Take Part in Research
Dr. Oz encourages women to consider participating in clinical trials studying ways to reduce the risk of breast cancer. For example, ongoing research is studying whether soy, vitamin D, green tea, and other supplements or foods affect breast cancer risk. By participating in a clinical trial, you have a chance to help all women, and you may end up lowering your own breast cancer risk at the same time. And there’s another benefit. “Without question, individuals get better care if they’re in clinical trials,” Dr. Oz says.

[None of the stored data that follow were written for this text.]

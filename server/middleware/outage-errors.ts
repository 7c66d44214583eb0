import { databaseUnavailable, storageUnavailable, type AppError } from '../errors.js';

/**
 * Tells an outage of a service the app depends on from a fault of its own: the database or the
 * object store not answering is a 503 with Retry-After and a code naming the service, never a
 * 500 `internal_error` (RFC 9110 §15.6.4; OWASP ASVS 5.0 16.5.2: degrade gracefully when an
 * external resource fails).
 */

/** Socket errors of a connection that could not be made or was lost. */
const networkCodes = new Set([
  'ECONNREFUSED',
  'ECONNRESET',
  'ECONNABORTED',
  'ETIMEDOUT',
  'ENOTFOUND',
  'EAI_AGAIN',
  'EHOSTUNREACH',
  'ENETUNREACH',
  'EHOSTDOWN',
  'ENETDOWN',
  'EPIPE',
]);

/**
 * PostgreSQL SQLSTATEs of a server that cannot serve (PostgreSQL manual, Appendix A): class 08
 * connection exception, 57P01 admin_shutdown, 57P02 crash_shutdown, 57P03 cannot_connect_now,
 * 53300 too_many_connections.
 */
const pgUnavailable = (code: string) => /^08/.test(code) || ['57P01', '57P02', '57P03', '53300'].includes(code);

/** What node-postgres says when a connection ends, times out in the pool, or the pool has closed. */
const pgConnectionMessage =
  /connection terminated|timeout exceeded when trying to connect|connection timeout|not queryable|cannot use a pool after calling end|terminating connection/i;

interface Shaped {
  code?: unknown;
  syscall?: unknown;
  message?: unknown;
  name?: unknown;
  cause?: unknown;
  errors?: unknown;
  $metadata?: { httpStatusCode?: number };
  $fault?: unknown;
}

/** The errors of a chain: the error, its `cause`s (Drizzle wraps pg errors) and an AggregateError's members. */
function* chain(err: unknown, depth = 0): Generator<Shaped> {
  if (!err || typeof err !== 'object' || depth > 4) return;
  const e = err as Shaped;
  yield e;
  if (Array.isArray(e.errors)) for (const inner of e.errors) yield* chain(inner, depth + 1);
  yield* chain(e.cause, depth + 1);
}

function isNetworkError(e: Shaped) {
  return typeof e.code === 'string' && (networkCodes.has(e.code) || (e.code === 'ENOENT' && e.syscall === 'connect'));
}

/** True when the AWS SDK could not reach the object store or the store answered that it cannot serve. */
function isStorageOutage(err: unknown): boolean {
  const top = err as Shaped | undefined;
  // The AWS SDK puts $metadata on every error it throws, network errors included.
  if (!top || typeof top !== 'object' || !('$metadata' in top)) return false;
  if (top.$fault === 'server' || (top.$metadata?.httpStatusCode ?? 0) >= 500) return true;
  if (['TimeoutError', 'RequestTimeout', 'NetworkingError'].includes(String(top.name))) return true;
  return [...chain(err)].some(isNetworkError);
}

function isDatabaseOutage(err: unknown): boolean {
  for (const e of chain(err)) {
    if (typeof e.code === 'string' && pgUnavailable(e.code)) return true;
    if (isNetworkError(e)) return true;
    if (typeof e.message === 'string' && pgConnectionMessage.test(e.message)) return true;
  }
  return false;
}

/** The 503 for an outage, or undefined when the error is something else. */
export function fromOutage(err: unknown): AppError | undefined {
  if (isStorageOutage(err)) return storageUnavailable();
  if (isDatabaseOutage(err)) return databaseUnavailable();
  return undefined;
}
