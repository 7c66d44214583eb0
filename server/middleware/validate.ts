import type { Request, RequestHandler, Response } from 'express';
import type { z } from 'zod';
import { validationFailed, type FieldErrors } from '../errors.js';

/** Turns a zod error into `{ "field.path": "message" }`, the shape of the 400's `fields`. */
export function fieldErrors(error: z.ZodError): FieldErrors {
  const fields: FieldErrors = {};
  for (const issue of error.issues) {
    const key = issue.path.length ? issue.path.join('.') : '_';
    fields[key] ??= issue.message;
  }
  return fields;
}

/** Parses with a shared zod schema or throws the 400 that names each failing field. */
export function parseOrThrow<S extends z.ZodType>(schema: S, value: unknown): z.output<S> {
  const result = schema.safeParse(value);
  if (!result.success) throw validationFailed(fieldErrors(result.error));
  return result.data;
}

interface Schemas {
  body?: z.ZodType;
  query?: z.ZodType;
  params?: z.ZodType;
}

/** What `validated()` hands the handler: each part parsed by its schema. */
export type Parsed<S extends Schemas> = { [K in keyof S]: S[K] extends z.ZodType ? z.output<S[K]> : never };

/** A route handler that receives the request's parsed input. */
export type ValidatedHandler<S extends Schemas> = (input: Parsed<S>, req: Request, res: Response) => unknown;

/**
 * Parses the parts that have a schema (params, then query, then body; a missing part counts as
 * `{}`) and collects every failing field, so one 400 names them all.
 */
function parseParts<S extends Schemas>(schemas: S, req: Request): { input: Parsed<S> } | { fields: FieldErrors } {
  const fields: FieldErrors = {};
  const input: { body?: unknown; query?: unknown; params?: unknown } = {};
  for (const part of ['params', 'query', 'body'] as const) {
    const schema = schemas[part];
    if (!schema) continue;
    const result = schema.safeParse(req[part] ?? {});
    if (result.success) input[part] = result.data;
    else Object.assign(fields, fieldErrors(result.error));
  }
  if (Object.keys(fields).length) return { fields };
  // Each part present in S was parsed by its own schema above, so input holds exactly Parsed<S>.
  return { input: input as Parsed<S> };
}

/** What the check of a split validated() route parsed, for its handler (never read by routes). */
const parsedInput = new WeakMap<Request, unknown>();

/**
 * Validates the request against shared zod schemas: the 400 that names each failing field, or
 * the parsed (normalised) input kept for the handler of the same route (see `validated()`).
 */
function validate<S extends Schemas>(schemas: S): RequestHandler {
  return (req, _res, next) => {
    const parsed = parseParts(schemas, req);
    if ('fields' in parsed) return next(validationFailed(parsed.fields));
    parsedInput.set(req, parsed.input);
    next();
  };
}

/**
 * A route handler that receives its parsed input, typed from the shared schemas: no casts in
 * routes. Fails with the 400 that names each bad field before the handler runs.
 *
 *   router.patch('/:id', office, validated({ params: idParams, body: wallPatch }, async ({ params, body }, req, res) => {
 *     res.json(await walls.updateWall(actorOf(req), params.id, body));
 *   }));
 *
 * With a middleware between the schemas and the handler (an upload), that middleware runs after
 * the check and before the handler, so a bad id is refused before any file is read:
 *
 *   router.post('/:id/attachments', validated({ params: idParams }, singleFile(), async ({ params }, req, res) => { … }));
 */
export function validated<S extends Schemas>(schemas: S, handler: ValidatedHandler<S>): RequestHandler;
export function validated<S extends Schemas>(schemas: S, between: RequestHandler, handler: ValidatedHandler<S>): RequestHandler[];
export function validated<S extends Schemas>(
  schemas: S,
  ...rest: [ValidatedHandler<S>] | [RequestHandler, ValidatedHandler<S>]
): RequestHandler | RequestHandler[] {
  if (rest.length === 1) {
    const [handler] = rest;
    return (req, res, next) => {
      const parsed = parseParts(schemas, req);
      if ('fields' in parsed) return next(validationFailed(parsed.fields));
      return handler(parsed.input, req, res);
    };
  }
  const [between, handler] = rest;
  const run: RequestHandler = (req, res) => {
    const input = parsedInput.get(req) as Parsed<S>; // set by validate(schemas) just before
    parsedInput.delete(req);
    return handler(input, req, res);
  };
  return [validate(schemas), between, run];
}
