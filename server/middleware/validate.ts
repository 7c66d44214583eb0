import type { Request, RequestHandler, Response } from 'express';
import type { z } from 'zod';
import { validationFailed, type FieldErrors } from '../errors.js';

/** Turns a zod error into `{ "field.path": "message" }`, the shape of the 400's `fields`. */
export function fieldErrors(error: z.ZodError): FieldErrors {
  const fields: FieldErrors = {};
  for (const issue of error.issues) {
    const key = issue.path.length ? issue.path.join('.') : '_';
    fields[key] ??= issue.message;
  }
  return fields;
}

/** Parses with a shared zod schema or throws the 400 that names each failing field. */
export function parseOrThrow<S extends z.ZodType>(schema: S, value: unknown): z.output<S> {
  const result = schema.safeParse(value);
  if (!result.success) throw validationFailed(fieldErrors(result.error));
  return result.data;
}

interface Schemas {
  body?: z.ZodType;
  query?: z.ZodType;
  params?: z.ZodType;
}

declare module 'express-serve-static-core' {
  interface Request {
    /** What validate() parsed: read it instead of req.body / req.query. */
    valid: { body?: unknown; query?: unknown; params?: unknown };
  }
}

/**
 * Validates the request against shared zod schemas. The parsed (normalised) values are put on
 * `req.valid`; use `req.valid.body as Input` or the typed helpers in each route.
 */
export function validate(schemas: Schemas): RequestHandler {
  return (req, _res, next) => {
    const fields: FieldErrors = {};
    const valid: Request['valid'] = {};
    for (const part of ['params', 'query', 'body'] as const) {
      const schema = schemas[part];
      if (!schema) continue;
      const result = schema.safeParse(req[part] ?? {});
      if (result.success) valid[part] = result.data;
      else Object.assign(fields, fieldErrors(result.error));
    }
    if (Object.keys(fields).length) return next(validationFailed(fields));
    req.valid = valid;
    next();
  };
}


/** What `validated()` hands the handler: each part parsed by its schema. */
export type Parsed<S extends Schemas> = { [K in keyof S]: S[K] extends z.ZodType ? z.output<S[K]> : never };

/**
 * A route handler that receives its parsed input, typed from the shared schemas: no casts in
 * routes. Fails with the 400 that names each bad field before the handler runs.
 *
 *   router.patch('/:id', office, validated({ params: idParams, body: wallPatch }, async ({ params, body }, req, res) => {
 *     res.json(await walls.updateWall(actorOf(req), params.id, body));
 *   }));
 */
export function validated<S extends Schemas>(schemas: S, handler: (input: Parsed<S>, req: Request, res: Response) => unknown): RequestHandler {
  const check = validate(schemas);
  return (req, res, next) => {
    let failed: unknown;
    check(req, res, (err?: unknown) => {
      failed = err;
    });
    if (failed) return next(failed);
    // validate() parsed each part with its schema, so req.valid holds exactly Parsed<S>.
    return handler(req.valid as Parsed<S>, req, res);
  };
}
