import { and, eq, gt, isNull } from 'drizzle-orm';
import type { Request, RequestHandler } from 'express';
import jwt from 'jsonwebtoken';
import { csrfHeader } from '../../shared/schemas/auth.js';
import type { Role } from '../../shared/schemas/enums.js';
import { config } from '../config.js';
import { db } from '../db/client.js';
import { sessions, users } from '../db/schema/accounts.js';
import { forbidden, notFound, unauthorized } from '../errors.js';

/** Who is calling: every service takes one and scopes what it reads and writes by it. */
export interface Actor {
  userId: string;
  sessionId: string;
  role: Role;
  /** Set for client users: the only organisation they may see. */
  clientId: string | null;
  email: string;
  name: string;
  /** The request this actor is acting in, for the audit log. */
  requestId?: string;
}

declare module 'express-serve-static-core' {
  interface Request {
    actor?: Actor;
  }
}

// RFC 8725: one pinned algorithm, and issuer, audience and expiry always checked.
const ALGORITHM = 'HS256' as const;
const ISSUER = 'gridkeep';
const AUDIENCE = 'gridkeep-app';

export function sessionCookieName() {
  return config().COOKIE_SECURE ? '__Host-gridkeep_session' : 'gridkeep_session';
}

export function sessionCookieOptions(maxAgeMs?: number) {
  return {
    httpOnly: true,
    sameSite: 'strict' as const,
    secure: config().COOKIE_SECURE,
    path: '/',
    ...(maxAgeMs !== undefined ? { maxAge: maxAgeMs } : {}),
  };
}

export function signSessionToken(userId: string, sessionId: string, expiresAt: Date) {
  return jwt.sign({ sid: sessionId }, config().JWT_SECRET, {
    algorithm: ALGORITHM,
    issuer: ISSUER,
    audience: AUDIENCE,
    subject: userId,
    expiresIn: Math.max(1, Math.floor((expiresAt.getTime() - Date.now()) / 1000)),
  });
}

function verifySessionToken(token: string): { userId: string; sessionId: string } | null {
  try {
    const claims = jwt.verify(token, config().JWT_SECRET, {
      algorithms: [ALGORITHM],
      issuer: ISSUER,
      audience: AUDIENCE,
    });
    if (typeof claims !== 'object' || typeof claims.sub !== 'string' || typeof claims.sid !== 'string') return null;
    return { userId: claims.sub, sessionId: claims.sid };
  } catch {
    return null;
  }
}

/**
 * Reads the session cookie and, when its token is valid and its session row is live (not
 * signed out, not expired, user not disabled), puts the caller on `req.actor`.
 */
export const authenticate: RequestHandler = async (req, _res, next) => {
  const token = req.cookies?.[sessionCookieName()];
  if (typeof token !== 'string' || !token) return next();
  const claims = verifySessionToken(token);
  if (!claims) return next();
  const [row] = await db()
    .select({
      userId: users.id,
      role: users.role,
      clientId: users.clientId,
      email: users.email,
      name: users.name,
    })
    .from(sessions)
    .innerJoin(users, eq(users.id, sessions.userId))
    .where(
      and(
        eq(sessions.id, claims.sessionId),
        eq(sessions.userId, claims.userId),
        isNull(sessions.revokedAt),
        gt(sessions.expiresAt, new Date()),
        isNull(users.disabledAt),
      ),
    )
    .limit(1);
  if (row) req.actor = { ...row, sessionId: claims.sessionId, requestId: req.id };
  next();
};

/** CSRF: a state-changing API request must carry `X-Requested-With: gridkeep`, or it is refused. */
export const requireSameOriginWrites: RequestHandler = (req, _res, next) => {
  if (['GET', 'HEAD', 'OPTIONS'].includes(req.method)) return next();
  if (req.get(csrfHeader.name) !== csrfHeader.value) {
    return next(forbidden('csrf_header_missing', `State-changing requests must carry the ${csrfHeader.name} header.`));
  }
  next();
};

export const requireAuth: RequestHandler = (req, _res, next) => {
  next(req.actor ? undefined : unauthorized());
};

/** Allows only the given roles. Client users asking for a staff-only area get 404, never 403. */
export function requireRole(...allowed: Role[]): RequestHandler {
  return (req, _res, next) => {
    if (!req.actor) return next(unauthorized());
    if (allowed.includes(req.actor.role)) return next();
    if (req.actor.role === 'client') return next(notFound());
    next(forbidden());
  };
}

/** The signed-in caller; call only after requireAuth / requireRole. */
export function actorOf(req: Request): Actor {
  if (!req.actor) throw unauthorized();
  return req.actor;
}
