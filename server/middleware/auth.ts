import { createSecretKey, type KeyObject } from 'node:crypto';
import { and, eq, gt, isNull, sql } from 'drizzle-orm';
import type { Request, RequestHandler } from 'express';
import jwt from 'jsonwebtoken';
import { csrfHeader } from '../../shared/schemas/auth.js';
import type { Role } from '../../shared/schemas/enums.js';
import { config } from '../config.js';
import { db } from '../db/client.js';
import { sessions, users } from '../db/schema/accounts.js';
import { forbidden, notFound, unauthorized } from '../errors.js';
import { sessionCache, type LiveSession } from '../services/session-cache.js';

/** Who is calling: every service takes one and scopes what it reads and writes by it. */
export interface Actor {
  userId: string;
  sessionId: string;
  role: Role;
  /** Set for client users: the only organisation they may see. */
  clientId: string | null;
  email: string;
  name: string;
  /** The request this actor is acting in, for the audit log. */
  requestId?: string;
}

declare module 'express-serve-static-core' {
  interface Request {
    actor?: Actor;
  }
}

// RFC 8725: one pinned algorithm, and issuer, audience and expiry always checked.
const ALGORITHM = 'HS256' as const;
const ISSUER = 'gridkeep';
const AUDIENCE = 'gridkeep-app';

export function sessionCookieName() {
  return config().COOKIE_SECURE ? '__Host-gridkeep_session' : 'gridkeep_session';
}

export function sessionCookieOptions(maxAgeMs?: number) {
  return {
    httpOnly: true,
    sameSite: 'strict' as const,
    secure: config().COOKIE_SECURE,
    path: '/',
    ...(maxAgeMs !== undefined ? { maxAge: maxAgeMs } : {}),
  };
}

// The secret as a key object, made once: given a string, jsonwebtoken first tries (and fails) to
// read it as a PEM public key on every call, which cost more than the rest of the session check.
let signingKey: { secret: string; key: KeyObject } | undefined;
function sessionKey(): KeyObject {
  const secret = config().JWT_SECRET;
  if (signingKey?.secret !== secret) signingKey = { secret, key: createSecretKey(Buffer.from(secret)) };
  return signingKey.key;
}

export function signSessionToken(userId: string, sessionId: string, expiresAt: Date) {
  return jwt.sign({ sid: sessionId }, sessionKey(), {
    algorithm: ALGORITHM,
    issuer: ISSUER,
    audience: AUDIENCE,
    subject: userId,
    expiresIn: Math.max(1, Math.floor((expiresAt.getTime() - Date.now()) / 1000)),
  });
}

function verifySessionToken(token: string): { userId: string; sessionId: string; expiresAt: number } | null {
  try {
    const claims = jwt.verify(token, sessionKey(), {
      algorithms: [ALGORITHM],
      issuer: ISSUER,
      audience: AUDIENCE,
    });
    if (typeof claims !== 'object' || typeof claims.sub !== 'string' || typeof claims.sid !== 'string') return null;
    if (typeof claims.exp !== 'number') return null;
    return { userId: claims.sub, sessionId: claims.sid, expiresAt: claims.exp * 1000 };
  } catch {
    return null;
  }
}

/**
 * The live session and its user: one indexed query (sessions by primary key, users by primary
 * key), prepared once per database handle so that neither Drizzle nor PostgreSQL plans it again.
 */
let sessionQuery: { for: ReturnType<typeof db>; query: ReturnType<typeof prepareSessionQuery> } | undefined;
function prepareSessionQuery(database: ReturnType<typeof db>) {
  return database
    .select({
      userId: users.id,
      role: users.role,
      clientId: users.clientId,
      email: users.email,
      name: users.name,
      expiresAt: sessions.expiresAt,
    })
    .from(sessions)
    .innerJoin(users, eq(users.id, sessions.userId))
    .where(
      and(
        eq(sessions.id, sql.placeholder('sessionId')),
        eq(sessions.userId, sql.placeholder('userId')),
        isNull(sessions.revokedAt),
        gt(sessions.expiresAt, sql`now()`),
        isNull(users.disabledAt),
      ),
    )
    .limit(1)
    .prepare('gridkeep_session_check');
}

async function liveSession(token: string): Promise<LiveSession | undefined> {
  const remembered = sessionCache.get(token);
  if (remembered) return remembered;
  const claims = verifySessionToken(token);
  if (!claims) return undefined;
  const database = db();
  if (sessionQuery?.for !== database) sessionQuery = { for: database, query: prepareSessionQuery(database) };
  const queriedAt = Date.now();
  const [row] = await sessionQuery.query.execute({ sessionId: claims.sessionId, userId: claims.userId });
  if (!row) return undefined;
  const live = { ...row, sessionId: claims.sessionId, expiresAt: Math.min(row.expiresAt.getTime(), claims.expiresAt) };
  sessionCache.remember(token, live, queriedAt);
  return live;
}

/**
 * Reads the session cookie and, when its token is valid and its session row is live (not
 * signed out, not expired, user not disabled), puts the caller on `req.actor`. A token already
 * verified and found live may be answered from this process's short memory of sessions
 * (server/services/session-cache.ts): a revocation is honoured at once in the process that made
 * it and within SESSION_CACHE_TTL_MS (5 s) in others.
 */
export const authenticate: RequestHandler = async (req, _res, next) => {
  const token = req.cookies?.[sessionCookieName()];
  if (typeof token !== 'string' || !token) return next();
  const live = await liveSession(token);
  if (live) {
    const { userId, sessionId, role, clientId, email, name } = live;
    req.actor = { userId, role, clientId, email, name, sessionId, requestId: req.id };
  }
  next();
};

/** CSRF: a state-changing API request must carry `X-Requested-With: gridkeep`, or it is refused. */
export const requireSameOriginWrites: RequestHandler = (req, _res, next) => {
  if (['GET', 'HEAD', 'OPTIONS'].includes(req.method)) return next();
  if (req.get(csrfHeader.name) !== csrfHeader.value) {
    return next(forbidden('csrf_header_missing', `State-changing requests must carry the ${csrfHeader.name} header.`));
  }
  next();
};

export const requireAuth: RequestHandler = (req, _res, next) => {
  next(req.actor ? undefined : unauthorized());
};

/** Allows only the given roles. Client users asking for a staff-only area get 404, never 403. */
export function requireRole(...allowed: Role[]): RequestHandler {
  return (req, _res, next) => {
    if (!req.actor) return next(unauthorized());
    if (allowed.includes(req.actor.role)) return next();
    if (req.actor.role === 'client') return next(notFound());
    next(forbidden());
  };
}

/** The signed-in caller; call only after requireAuth / requireRole. */
export function actorOf(req: Request): Actor {
  if (!req.actor) throw unauthorized();
  return req.actor;
}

Take a long walk. Wear a pink ribbon. Attend a fashion show. Organizations that supportbreast cancer research host hundreds of events every year to raise money for research efforts. Dr. Oz says one way to improve your own chances against breast cancer is to support these efforts, and the feeling of community can have a positive effect on your overall health. “I find that people who get involved in things like this get a lot of benefit out of it,” Dr. Oz says. “You count. You matter. You’re making a difference.”